The Florida Municipal Electric Association (FMEA) is the non-profit trade association representing the unified interests of Florida’s 33 public power communities. FMEA provides its members with government relations, mutual aid coordination, communications, education, and networking opportunities. The association supports its member utilities by promoting public power and delivering superior services through advocacy, mutual aid, education, and collaboration.

Based in Tallahassee, FMEA was established in 1942 in response to WWII fuel shortages and is now the statewide trade association and voice for Florida’s 33 municipal electric utilities, serving more than three million residential and business customers in the state and employing more than 5,000 Floridians.

FMEA’s membership categories, along with the 33 municipal electric utility members, also include associate member companies, affiliates, and public agencies. FMEA is governed by its board of directors and its members.

Member Utilities

 Alachua
 Bartow
 Beaches Energy Services
 Blountstown
 Bushnell
 Clewiston
 Chattahoochee
 Fort Meade
 Fort Pierce Utilities Authority
 Gainesville Regional Utilities
 Green Cove Springs
 Havana
 Homestead Energy Services
 JEA
 Key West
 Kissimmee Utility Authority
 Lake Worth Beach
 Lakeland Electric
 Leesburg
 Moore Haven
 Mount Dora
 New Smyrna Beach
 Newberry
 Ocala
 Orlando Utilities Commission
 Quincy
 Starke
 Tallahassee
 Wauchula
 Williston
 Winter Park

Affiliate Members

 St. Cloud
 Reedy Creek

Affiliated Organizations

Florida Municipal Power Agency
American Public Power Association
The Energy Authority
Hometown Connections
The Florida League of Cities
Florida Municipal Broadband Alliance

Member Services

Government Relations: FMEA has a broad legislative team actively representing public power’s interests on a wide variety of state and federal legislative and regulatory issues.

Mutual Aid Coordination: FMEA serves as the mutual aid coordinator for our member utilities, arranging assistance from other utilities to provide help following a storm, hurricane or other emergency situation. FMEA also serves as the statewide mutual aid coordinator as part of the American Public Power Association mutual aid process.

Information Clearinghouse: FMEA functions as an information clearinghouse for industry news and trends, providing access to a comprehensive news archive, electric industry statistics, legislative and regulatory updates,  and technical information for individual utility members.

Industry News: Through a weekly Headline News email, FMEA provides industry related news articles. Although the news concentrates on Florida’s electric and energy industry, pertinent national stories are also run featuring governmental and regulatory news, technical and utility operations news, and environmental impact news.

Relay Magazine: FMEA’s quarterly Relay magazine provides a close-up look at Florida’s public power utilities highlighting their communities, employees, projects, and events. Relay is Florida’s only electric utility industry magazine and has a readership of more than 1,500.

Florida Electric Bill Comparison: FMEA conducts a monthly comparison of electric bills for Florida’s municipal and investor-owned electric utilities.. . The monthly report provides a fair comparison of customer bills served by different utilities. The report includes utility rates, average franchise fees of 6 percent, and local payments in lieu of taxes

Lineman Assistance Fund: The FMEA Lineman Assistance Fund provides FMEA member utilities’ lineworkers with emergency financial assistance as they deal with medical conditions. The Fund assists linemen and their families when an on-the-job injury creates a special need.

Professional Network: Through member surveys, roundtables, conferences, and other events, FMEA provides opportunities for its members to network with each other, sharing information, best practices and lessons learned.

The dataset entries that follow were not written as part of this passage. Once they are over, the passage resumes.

import { afterAll, beforeAll, beforeEach, describe, expect, it } from 'vitest';
import type { Actor } from '../../src/domain/access/permissions';
import { stopsOfPage } from '../../src/features/walk/stops';
import { walkPage as walkPageSchema } from '../../src/schemas/api/walk';
import type { PlaceBody } from '../../src/schemas/api/placing';
import { asActor } from '../../src/server/db/transaction';
import { placeHeard } from '../../src/server/services/place-heard';
import { rollCallPage } from '../../src/server/services/roll-call-page';
import { walkPage } from '../../src/server/services/walk';
import { tallyOf } from '../../src/features/commissioning/tally';
import { testDatabase, type TestDatabase } from '../support/database';
import { testFleet, type TestFleet } from '../support/fleet';
import { failure } from '../support/refusal';

/** What somebody read on the roof goes into the as-built with its history; the walk shows what is out of order. */
const HALL = 'Old Tannery Market Hall';
const CLINIC = 'Weirside Clinic';
let db: TestDatabase;
let fleet: TestFleet;
let technician: Actor;

beforeAll(async () => {
  db = await testDatabase();
  fleet = await testFleet(db, [HALL, CLINIC, 'Netloft Terrace']);
  technician = await fleet.actor('technician@lowfield.example');
});
afterAll(() => db.drop());
beforeEach(async () => {
  await db.owner.query('delete from heard');
});

const stringRef = (name: string, site = HALL) => fleet.site(site).strings.get(name)?.ref ?? '';
async function serialAt(name: string, position: number): Promise<string | null> {
  const { rows } = await db.owner.query<{ serial: string }>(
    `select u.serial from string s join slot sl on sl.string_id = s.id
     join placement p on p.slot_id = sl.id and p.placed_to is null join unit u on u.id = p.unit_id
     where s.ref = $1 and sl.position = $2`,
    [stringRef(name), position],
  );
  return rows[0]?.serial ?? null;
}
const slot = (name: string, position: number, serial: string | null, expected: string | null) => ({
  string: stringRef(name),
  position,
  serial,
  expected,
});
const told = { seen: 'label reads so, upper row', reason: 'found on the walk', checked: true as const };
const write = (body: PlaceBody, actor = technician, site = HALL) =>
  asActor(actor, (tx) => placeHeard(tx, actor, fleet.site(site).ref, body, new Date(), '127.0.0.1'));
async function hear(serial: string, gateway = 1): Promise<void> {
  const { id, loggers } = fleet.site(HALL);
  await db.owner.query(
    `insert into heard (site_id, serial, unit_id, logger_id, gateway_number, first_heard_at, last_heard_at, signal)
     values ($1, $2, (select u.id from unit u join placement p on p.unit_id = u.id and p.placed_to is null where u.serial = $2),
       $3, $4, now(), now(), -60)`,
    [id, serial, [...loggers.values()][0], gateway],
  );
}

describe('a serial that was heard and is on no drawing', () => {
  it('replaces the unit that nobody hears, and the old one’s life stays in the history', async () => {
    const old = await serialAt('B1', 2);
    await hear('NEW-0001-AA');
    const before = await asActor(technician, (tx) => rollCallPage(tx, fleet.site(HALL).ref, new Date()));
    expect(tallyOf(before).unknown.map((u) => u.answer.serial)).toEqual(['NEW-0001-AA']);

    const done = await write({ kind: 'replace', slots: [slot('B1', 2, 'NEW-0001-AA', old)], ...told });
    expect(done).toMatchObject({ replaced: 1 });
    expect(await serialAt('B1', 2)).toBe('NEW-0001-AA');
    const lives = await db.owner.query<{ serial: string; ended: boolean }>(
      `select u.serial, p.placed_to is not null as ended from placement p join unit u on u.id = p.unit_id
       join slot sl on sl.id = p.slot_id join string s on s.id = sl.string_id
       where s.ref = $1 and sl.position = 2 order by p.placed_from`,
      [stringRef('B1')],
    );
    expect(lives.rows).toEqual([
      { serial: old, ended: true },
      { serial: 'NEW-0001-AA', ended: false },
    ]);
    const audit = await db.owner.query<{ reason: string; person_id: number; after: { source: string } }>(
      `select reason, person_id, after from audit_entry where action = 'as_built.unit_replaced' and site_id = $1`,
      [fleet.site(HALL).id],
    );
    expect(audit.rows).toHaveLength(1);
    expect(audit.rows[0]).toMatchObject({ person_id: technician.personId, after: { source: 'roll_call' } });
    expect(audit.rows[0]?.reason).toContain('found on the walk');
    expect(audit.rows[0]?.reason).toContain('label reads so');
    const after = await asActor(technician, (tx) => rollCallPage(tx, fleet.site(HALL).ref, new Date()));
    expect(tallyOf(after).unknown).toEqual([]);
    expect(tallyOf(after).heard).toBe(1);
  });

  it('is not put over a unit that stands there unless it is said to replace it', async () => {
    const old = await serialAt('B1', 3);
    const error = await failure(
      write({ kind: 'place', slots: [slot('B1', 3, 'NEW-0002-AA', old)], ...told }),
    );
    expect([error.kind, error.detail.fields?.[0]?.field]).toEqual(['invalid', 'slots.0.serial']);
    expect(await serialAt('B1', 3)).toBe(old);
  });

  it('is refused where somebody has changed the slot meanwhile', async () => {
    const old = await serialAt('B1', 4);
    const error = await failure(
      write({ kind: 'replace', slots: [slot('B1', 4, 'NEW-0003-AA', 'SEEN-BEFORE')], ...told }),
    );
    expect(error.kind).toBe('conflict');
    expect(await serialAt('B1', 4)).toBe(old);
  });
});

describe('two serials that stand in each other’s place', () => {
  it('are exchanged together, and back', async () => {
    const [a, b] = [await serialAt('C3', 4), await serialAt('D1', 4)];
    await write({ kind: 'swap', slots: [slot('C3', 4, b, a), slot('D1', 4, a, b)], ...told });
    expect([await serialAt('C3', 4), await serialAt('D1', 4)]).toEqual([b, a]);
    await write({ kind: 'swap', slots: [slot('C3', 4, a, b), slot('D1', 4, b, a)], ...told });
    expect([await serialAt('C3', 4), await serialAt('D1', 4)]).toEqual([a, b]);
  });
  it('a swap that is none is refused, and nothing moves', async () => {
    const [a, b] = [await serialAt('C3', 5), await serialAt('D1', 5)];
    const error = await failure(
      write({ kind: 'swap', slots: [slot('C3', 5, 'OTHER-01', a), slot('D1', 5, a, b)], ...told }),
    );
    expect(error.kind).toBe('invalid');
    expect([await serialAt('C3', 5), await serialAt('D1', 5)]).toEqual([a, b]);
  });
  it('one moves to a slot that is empty', async () => {
    const a = await serialAt('C3', 6);
    const b = await serialAt('D1', 6);
    await write({ kind: 'replace', slots: [slot('D1', 6, 'NEW-0004-AA', b)], ...told });
    await db.owner.query(
      `delete from placement p using slot sl, string s where p.slot_id = sl.id and sl.string_id = s.id and s.ref = $1 and sl.position = 6`,
      [stringRef('D1')],
    );
    await write({ kind: 'move', slots: [slot('C3', 6, null, a), slot('D1', 6, a, null)], ...told });
    expect([await serialAt('C3', 6), await serialAt('D1', 6)]).toEqual([null, a]);
  });
});

describe('who may', () => {
  it('another organisation finds no such site, and a string of another site is none', async () => {
    const stranger = await fleet.actor('manager@harbourline.example');
    const a = await serialAt('B2', 1);
    const body: PlaceBody = { kind: 'replace', slots: [slot('B2', 1, 'NEW-0005-AA', a)], ...told };
    expect((await failure(write(body, stranger))).kind).toBe('not_found');
    expect((await failure(write(body, technician, CLINIC))).kind).toBe('invalid');
    expect(await serialAt('B2', 1)).toBe(a);
  });
});

describe('the walk', () => {
  const walk = (actor = technician) => asActor(actor, (tx) => walkPage(tx, fleet.site(HALL).ref, new Date()));

  it('has no stop for unheard units before anybody was heard, and every one after', async () => {
    const before = walkPageSchema.parse(await walk());
    expect(before.rollCalled).toBe(false);
    expect(stopsOfPage(before).every((s) => s.kind === 'unplaced')).toBe(true);
    const [first] = fleet.site(HALL).plan.strings[0]?.slots ?? [];
    await hear(first?.serial ?? '');
    const after = walkPageSchema.parse(await walk());
    const stops = stopsOfPage(after);
    expect(after.rollCalled).toBe(true);
    expect(stops.some((s) => s.key === 'A1-1')).toBe(false);
    expect(stops.filter((s) => s.stringName === 'A1' && s.kind === 'unheard')).toHaveLength(13);
    expect(stops.every((s) => s.at !== null && /row/.test(s.roofPlace))).toBe(true);
  });

  it('says what a meter should read: fourteen units in shutdown 8.4 V, passing what their modules give', async () => {
    const page = walkPageSchema.parse(await walk());
    const a1 = page.roof.find((r) => r.stringId === stringRef('A1'));
    expect(a1?.readings.inShutdown.volts).toBeCloseTo(8.4, 6);
    expect(a1?.readings.passing.volts).toBeGreaterThan(14 * 30);
    expect(page.outline.length).toBeGreaterThan(3);
  });

  it('is nobody else’s', async () => {
    const stranger = await fleet.actor('manager@harbourline.example');
    expect((await failure(walk(stranger))).kind).toBe('not_found');
  });
});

FMEA also produces a monthly bill comparison report that includes information from Florida’s municipal and investor-owned utilities. It compares utility bills for residential, commercial and industrial electric customers categorized by consumption in 15 categories. This information is available to the public on its website.

Events

FMEA offers many conferences, roundtables, workshops, and training programs for member utilities. FMEA hosts five signature events throughout the year:

The FMEA Annual Conference, which brings top industry speakers, informative workshops and discussion groups together for utility managers and CEOs, city managers and directors, local policymakers and elected officials from public power municipalities, and other electric utilities.

The Energy Connections Conference & Trade Show, a two-day event on how to improve their day-to-day business operations, focusing on customer service, safety, utility operations, cybersecurity and technology, and more.

The Florida Lineman Competition, an annual day-long event that pits utility lineman teams from all over the state against one another in competitions demonstrating their skills, knowledge and teamwork.

The FMEA Hurricane Forum, a one-day educational event focusing on hurricane preparedness and response, mutual aid, FEMA issues, and other disaster and emergency response related  topics.

The FMEA Legislative Rally, a convening of FMEA members in Tallahassee during Florida’s annual legislative session to discuss legislative proposals affecting public power communities and to advocate these critical issues before the legislature.